複数ルートで四通出しておいたから
目の下に大きなクマを作りながら私はふらふらとした足取りで、何時もの様に仕事に向かった。
まずはシリルを起こしに行く作業からである。目を覚ましてすぐに、シリルは白湯を飲む。それを用意しながら、昨日の今日で顔が合わせ辛いなと思う。
「恋愛感情で好き、か。これはあれですか? 一目ぼれというものなんだろうか」
それを考えると、シリルの趣味は悪いと思う。
一目惚れをするくらいの容姿は、私の個人的な見解では有るのだけれど、カタリーナくらいの容姿でないといけない気がする。
もしくは女装したシリルレベルである。シリルは女装をすると信じられない美少女に変身するのである。男性の目からもそう見えるらしく、以前女装したシリルと一緒にとある有名菓子店にいった時の男性定員が……。

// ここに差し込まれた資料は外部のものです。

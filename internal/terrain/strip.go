package terrain

import (
	"math"
)

// strip is a layer's height along a path: between node i and the next, at
// distance d, it is
//
//	the straight line between both + bend[i] (d - at[i]) (at[i+1] - d)
//
// A node without a height, NaN, makes the stretches beside it void. It keeps
// its memory from one path to the next.
type strip struct {
	nodes []stripNode
}

// stripNode is one node: bend is that of the stretch after it.
type stripNode struct {
	at, height, bend float64
	source           int16
}

// jointM is how far apart two nodes are put where the height jumps, from one
// raster to another or into a void: distances rise all the same.
const jointM = 1e-3

// sameM is how far two heights may be apart, by rounding, and be one.
const sameM = 1e-6

func (s *strip) reset() { s.nodes = s.nodes[:0] }

// empty reports whether the layer says nothing at all.
func (s *strip) empty() bool { return len(s.nodes) == 0 }

func (s *strip) node(at, height float64, source int16) {
	s.nodes = append(s.nodes, stripNode{at: at, height: height, source: source})
}

// known adds a stretch of a raster, which begins where the last one ended.
func (s *strip) known(from, fromM, to, toM, bend float64, source int16) {
	n := len(s.nodes)
	if n == 0 || s.nodes[n-1].at < from {
		s.node(from, fromM, source)
	} else if last := &s.nodes[n-1]; last.source != source || math.Abs(last.height-fromM) > sameM {
		if to-from <= 2*jointM {
			return // less than a joint: the next stretch takes its place
		}
		t := jointM / (to - from)
		s.node(from+jointM, fromM+t*(toM-fromM)+bend*jointM*(to-from-jointM), source)
	}
	s.nodes[len(s.nodes)-1].bend = bend
	s.node(to, toM, source)
}

// void adds a stretch without a height.
func (s *strip) void(from, to float64) {
	nan := math.NaN()
	n := len(s.nodes)
	switch {
	case n == 0:
		s.node(from, nan, -1)
	case s.nodes[n-1].source < 0:
		if n > 1 && s.nodes[n-2].source < 0 { // the void goes on
			s.nodes[n-1].at = max(s.nodes[n-1].at, to-jointM)
			return
		}
	case to-from > 2*jointM:
		s.node(from+jointM, nan, -1)
	default:
		s.node((from+to)/2, nan, -1)
		return
	}
	if end := to - jointM; end > s.nodes[len(s.nodes)-1].at {
		s.node(end, nan, -1)
	}
}

// close puts the last node at the path's end, where a void or a joint may have
// left it short.
func (s *strip) close(lengthM float64) {
	n := len(s.nodes)
	last := &s.nodes[n-1]
	switch {
	case last.at >= lengthM:
	case lengthM-last.at <= 2*jointM && n > 1:
		last.at = lengthM
	default:
		s.node(lengthM, math.NaN(), -1)
	}
}

// reader reads a strip at rising distances.
type reader struct {
	nodes []stripNode
	i     int // the stretch at hand begins at node i
}

// reach moves to the stretch that holds distance d, which is no less than in
// the call before. At a node it is the stretch before it.
func (r *reader) reach(d float64) {
	for r.i+2 < len(r.nodes) && r.nodes[r.i+1].at < d {
		r.i++
	}
}

// heightAt is the height at the distance d of the stretch at hand, and the
// source; NaN and -1 over a void.
func (r *reader) heightAt(d float64) (float64, int16) {
	a, b := &r.nodes[r.i], &r.nodes[r.i+1]
	switch d {
	case b.at:
		return b.height, b.source
	case a.at:
		return a.height, a.source
	}
	before, after := d-a.at, b.at-d
	h := (a.height*after+b.height*before)/(b.at-a.at) + a.bend*before*after
	if h != h {
		return h, -1
	}
	return h, b.source
}
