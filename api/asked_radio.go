package api

import (
	"encoding/json"

	"ridgehop/internal/assess"
)

// asked turns the radio half of a request into the one that is judged.
func (r RadioRequest) asked() *assess.RadioRequest {
	target, climate := or(r.Target), or(r.Climate)
	out := &assess.RadioRequest{
		A: r.A.asked(), B: r.B.asked(),
		Target: assess.Target{
			CapacityMbps: or(target.CapacityMbps), MarginDB: or(target.MarginDb), AvailabilityPercent: or(target.AvailabilityPercent),
		},
		Climate: climate.asked(),
		Date:    or(r.Date),
		Choose:  r.Choose == nil || *r.Choose,
	}
	for _, n := range or(r.Neighbours) {
		out.Neighbours = append(out.Neighbours, assess.NeighbourRequest{
			Name: or(n.Name), Lon: n.Lon, Lat: n.Lat, AntennaAMSLM: n.AntennaAmslM,
			GainDBI: or(n.GainDbi), Polarisation: assess.Polarisation(or(n.Polarisation)),
		})
	}
	return out
}

func (t TerminalRequest) asked() assess.TerminalRequest {
	out := assess.TerminalRequest{
		RadioName: or(t.Radio), AntennaName: or(t.Antenna), Polarisation: assess.Polarisation(or(t.Polarisation)),
		AzimuthDeg: t.AzimuthDeg, TiltDeg: t.TiltDeg, PowerDBM: t.PowerDbm,
		FeederLossDB: or(t.FeederLossDb), OtherLossDB: or(t.OtherLossDb), AttenuatorDB: or(t.AttenuatorDb),
	}
	if t.RadioModel != nil {
		out.Radio = new(same[assess.Radio](*t.RadioModel))
	}
	if t.AntennaModel != nil {
		out.Antenna = new(same[assess.Antenna](*t.AntennaModel))
	}
	return out
}

func (c Climate) asked() assess.ClimateRequest {
	out := assess.ClimateRequest{
		Region: or(c.Region), LogK: c.LogK, DN75: c.Dn75, DN1: c.Dn1, RainRateMMH: c.RainRateMmh,
		RainEdition: int(or(c.RainEdition)), DryOrCold: c.DryOrCold,
		TemperatureC: c.TemperatureC, PressureHPA: c.PressureHpa, VapourGM3: c.VapourGm3,
	}
	for _, m := range or(c.Monthly) {
		out.Monthly = append(out.Monthly, assess.Month{RainMM: m.RainMm, TemperatureC: m.TemperatureC})
	}
	return out
}

// same turns a model of the contract into the register's own, or back: their
// JSON is the same, which a test holds.
func same[To, From any](from From) To {
	var to To
	raw, err := json.Marshal(from)
	if err == nil {
		err = json.Unmarshal(raw, &to)
	}
	if err != nil {
		panic("a model of the contract is not one of the register: " + err.Error()) // a programmer's error
	}
	return to
}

さて、そんな事を考えるとますます信じられない、からかわているのだろうかという疑惑が私の中で膨れ上がる。
それとも別の理由があるのだろうか。
例えば美形が美形だと思えなくなるような……。
「まさかシリル様の女性の好みに問題があると?」
だから今まで容姿端麗な女性ばかりをお見合いに紹介していたが、だから受けが悪かったのだろうか? なんて事だと私が衝撃の事実に気付いて戦慄いていると、
「フルール、また妙なことを考えているでしょう」
「ひょわぁああっ、って、シリル様、もう起きていらしたのですか?」
「うん、フルールを驚かそうと思ったのだけれど、声をかけようと思ったら、お見合いがどーのこーのと一人でブツブツいっていたから諦めていないなと」
「ふ、ふえっ、で、でももしかしたらシリル様は私みたいな人が好きだということは美形のお嬢様だと上手くいかないのかと」
そこで深々とため息をついたシリルが私を見て、
「僕はフルールに、恋愛感情で好きだと昨日伝えたよね?」
「は、はい、聞きました」
「そしてキスまでしたよね?」
「は、はい」
「それなのにどうしてそんな発想に行くのかな?」
微笑むシリルがなんとなく怖い。
これは故郷で母親が、怒らないからいってみなさいと言って言うと怒られるパターンに似ている。
私はそう思うが焦りだけが眠い頭に響いていって、
「だ、だって一目惚れされるようなくらい私、美人じゃないですし一般人ですし! シリル様には良家の子女と結婚して幸せになってほしいです!」
「えっと、何時僕が一目惚れって言ったかな、フルール?」
「だ、だって、たまたま会って私をメイドにしてくれたわけじゃないですか!」
「あ、うん、そう言えばそうだったね」
「そういえばって、いかにも他で会っているみたいじゃないですか」
そこでシリルが目を瞬かせてから私を見て、
「まあそのへんの話はいいとして、どうして美人じゃないっていうかな。フルールは十分可愛いよ?」
「えっとあの、シリル様、私達何処かで……」
「そういえば、そんなイケズなフルールのために、昨日ポストに手紙を投函しておいたから」
「手紙、ですか?」
「フルールの実家に、フルールをお嫁さんにもらいますねって」
「あの、私まだ返事はしていないのですが」
「外堀から埋めていくことにしました。今頃配達されているんだろうな~」
「……シリル様、これから私はちょっと用事を思い出しましたのでお暇がいただけるでしょうか」
「ん~、いいけれど、無理だと思うよ? 複数ルートで四通出しておいたから」
「……別に、手紙をどうこうするつもりは私には全くありません」
「そうなんだ? 手練の郵便配達人に頼んだから、簡単に追いついて奪えないと思うけれど、頑張ってね」
そんな楽しそうなシリルの声に、別に手紙をどうこうするつもりはありませんと答えた私は、シリルが見えなくなるとともに、急いで部屋に戻りメイド服から着替えて黒い布を纏って誰だかわからないようにして外に飛び出して走りだしたのだった。